In the latest developers’ vlog, Riot Games addressed smurfing, targeting boosting and hitchhiking specifically. Hitchhiking is queuing up with another account, typically a booster, and getting carried to a higher ranked division.
These are bannable offenses in League of Legends, which can result in linked accounts that share an owner to become banned as well. The system hits indiscriminately, resutling in even Yiliang “Doublelift” Peng’s League of Legends accounts becoming banned.
According to the official Riot blog update, the penalties are all inked, including queue delays, account suspensions, account bans, chat restrictions, etc.
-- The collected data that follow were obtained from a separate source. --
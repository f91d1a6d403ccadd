/**
 * Blank-control results and enantiomeric excess (DESIGN.md §3.7–3.8).
 *
 * Values are abundances in one unit per analyte (the unit is the caller's; nothing here converts).
 * Uncertainties are standard uncertainties in the same unit. Pure TypeScript: no database,
 * framework or Node-only import, so a report's preview and the server's results agree.
 *
 * The rules, each stated once here and repeated in words in the report's method notes
 * (blank-report.ts, methodNotes):
 * - A replicate mean's standard uncertainty combines, never replaces: u² = ū_stated² + s²/n, the
 *   stated per-measurement uncertainty as a Type B component (JCGM 100:2008, 4.3; taken as known,
 *   ν = ∞, and not divided by √n, since Regolog cannot tell which part of it averages out) and the
 *   observed scatter of the mean as a Type A component (4.2.3; ν = n − 1).
 * - The blank-corrected value x − b̄ carries the blank scatter twice, as Currie's net signal does:
 *   once for the uncertainty of the blank mean (s_b²/n_b) and once for the sample's own blank,
 *   which is one more draw from the blank population (s_b²); together σ₀² = s_b²·(1 + 1/n_b), the
 *   same σ₀ as in the detection limits below, with ν = n_b − 1.
 * - Effective degrees of freedom by Welch–Satterthwaite (G.4.1), k = t₉₅(ν_eff) (Table G.2), and
 *   significance decided on the 95 % interval.
 */
import {
	combined,
	coverageFactor,
	monteCarlo,
	numericalTolerance,
	tDeviate,
	tQuantile,
	twoSidedP,
	validateFirstOrder,
	welchSatterthwaite,
	type Adjustment,
	type Component,
	type MonteCarloResult,
	type Validation
} from './coverage';
import jstat from 'jstat';

const { jStat } = jstat;

export type { Component } from './coverage';

export interface Measurement {
	value: number;
	/** standard uncertainty; null or absent when not known */
	u?: number | null;
	/** the contributions to u with their degrees of freedom; absent: u is one stated component with ν = ∞ */
	components?: Component[];
	/** Welch–Satterthwaite ν_eff of u */
	nuEff?: number | null;
}

export type LimitSystem = 'currie' | 'classical';

/** Settings of a report. The shares have no single published source: they are common practice, and settings. */
export interface BlankSettings {
	/** blank-dominated when the blank mean is above this share of the sample signal (default 0.5) */
	blankDominatedShare: number;
	/** a protein amino acid's L-excess is flagged as possible contamination at or above this blank share (default 0.1) */
	highBlankShare: number;
	/** fewer blank replicates than this make the limits weak (default 3); one blank gives no limit at all */
	minBlanks: number;
	/** which limits decide below LOD / below LOQ (both are always shown) */
	limits: LimitSystem;
	/** control of many ee tests at once */
	adjustment: Adjustment;
}

export const DEFAULT_BLANK_SETTINGS: Readonly<BlankSettings> = { blankDominatedShare: 0.5, highBlankShare: 0.1, minBlanks: 3, limits: 'currie', adjustment: 'holm' };

/** Significance level of every test and the α = β of Currie's limits. */
export const ALPHA = 0.05;

/** Settings as stored (older reports stored only the two shares), completed with the defaults and checked. */
export function settingsOf(stored: Partial<BlankSettings> | null | undefined): BlankSettings {
	const s = { ...DEFAULT_BLANK_SETTINGS, ...(stored ?? {}) };
	if (!(s.blankDominatedShare > 0 && s.blankDominatedShare <= 1)) throw new RangeError(`blankDominatedShare must lie in (0, 1], got ${s.blankDominatedShare}`);
	if (!(s.highBlankShare > 0 && s.highBlankShare <= 1)) throw new RangeError(`highBlankShare must lie in (0, 1], got ${s.highBlankShare}`);
	if (!Number.isSafeInteger(s.minBlanks) || s.minBlanks < 2) throw new RangeError(`minBlanks must be a whole number of at least 2, got ${s.minBlanks}`);
	if (s.limits !== 'currie' && s.limits !== 'classical') throw new RangeError(`limits must be currie or classical, got ${s.limits}`);
	if (!['holm', 'bh', 'none'].includes(s.adjustment)) throw new RangeError(`adjustment must be holm, bh or none, got ${s.adjustment}`);
	return s;
}

export const SOURCES = {
	classical: 'G. L. Long and J. D. Winefordner, Anal. Chem. 55 (1983) 712A (the common k = 3 and k = 10 convention)',
	currie: 'L. A. Currie, Pure Appl. Chem. 67 (1995) 1699',
	gum: 'JCGM 100:2008',
	mc: 'JCGM 101:2008'
} as const;

export const LIMITATIONS = {
	noBlank: 'No blank was measured: nothing can be blank-corrected.',
	lodFromOneBlank: 'No detection or quantification limit can be estimated from one blank.',
	uFromOneBlank: 'The blank’s scatter cannot be estimated from one blank, so the blank-corrected value has no stated uncertainty.',
	noSampleU: 'The sample value has no stated uncertainty and no replicate scatter, so the blank-corrected value has no uncertainty either.',
	identicalReplicates: 'The replicates agree exactly and no uncertainty is stated: a scatter of zero is not taken as zero uncertainty.',
	noScatter: 'The blanks agree exactly, so their scatter is not estimated and the limits equal the blank mean: they are weak.',
	eeSumZero: 'L + D is zero after blank correction: ee is not defined.',
	eeNoU: 'An enantiomer has no uncertainty, so no interval and no verdict on ee can be given.',
	eeNoLimit: 'With one blank no detection limit can be estimated, so whether each enantiomer stands above its blank cannot be judged and no ee is quoted.',
	achiral: 'This amino acid is achiral: it has no enantiomers and no ee.',
	unknownAminoAcid: 'This analyte is not in Regolog’s amino-acid list, so the contamination check does not apply.'
} as const;

export const weakLimitsText = (n: number, min: number) =>
	`The limits rest on ${n} blank replicate${n === 1 ? '' : 's'}, fewer than the set minimum of ${min}: they are weak, and the real false-detection rate of a decision on them can be many times the nominal ${ALPHA * 100} %.`;

function finite(x: number, what: string): number {
	if (!Number.isFinite(x)) throw new RangeError(`${what} must be a finite number, got ${x}`);
	return x;
}

function uncertainty(u: number | null | undefined, what: string): number | null {
	if (u === null || u === undefined) return null;
	if (!Number.isFinite(u) || u < 0) throw new RangeError(`${what} must be a finite number ≥ 0, got ${u}`);
	return u;
}

/** Arithmetic mean. */
export function mean(values: readonly number[]): number {
	if (values.length === 0) throw new RangeError('the mean of no values is not defined');
	let sum = 0;
	for (const v of values) sum += finite(v, 'value');
	return sum / values.length;
}

/**
 * Sample (experimental) standard deviation s = √(Σ(xᵢ − x̄)²/(n − 1)) (JCGM 100:2008, 4.2.2),
 * computed in two passes for numerical stability. Needs at least two values.
 */
export function sampleStandardDeviation(values: readonly number[]): number {
	if (values.length < 2) throw new RangeError('a sample standard deviation needs at least two values');
	const m = mean(values);
	let ss = 0;
	for (const v of values) ss += (v - m) * (v - m);
	return Math.sqrt(ss / (values.length - 1));
}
For accounts that a player has owned for years, but bought or botted, Riot Games states if they bought the account a long time ago and it’s their new main and the player has demonstrated good behavior, the account will likely be fine. But if the player frequently rotates through various accounts frequently, they are more likely to get banned.
The exact methods Riot is pursuing the linked accounts has not been revealed, but according to Riot Phroxzon, 4.5 million accounts were banned in the last wave, with 1.5 million accounts having been botted and sold. 400,00 brought accounts for ranked have been destroyed. Riot Games has “an extremely high level of confidence” in the automatic reviews performed by their software.
The ban for smurfing, namely boosting and hitchhiking officially begins rolling out for individual accounts in waves on patch 25.17. The account and penalty linking goes into effect from Nov. 19, 2025, patch 25.23, and onwards.
League of Legends is currently on patch 25.25, therefore the system is already in place. The latest patch update added a method of searching emotes in the library by champion name.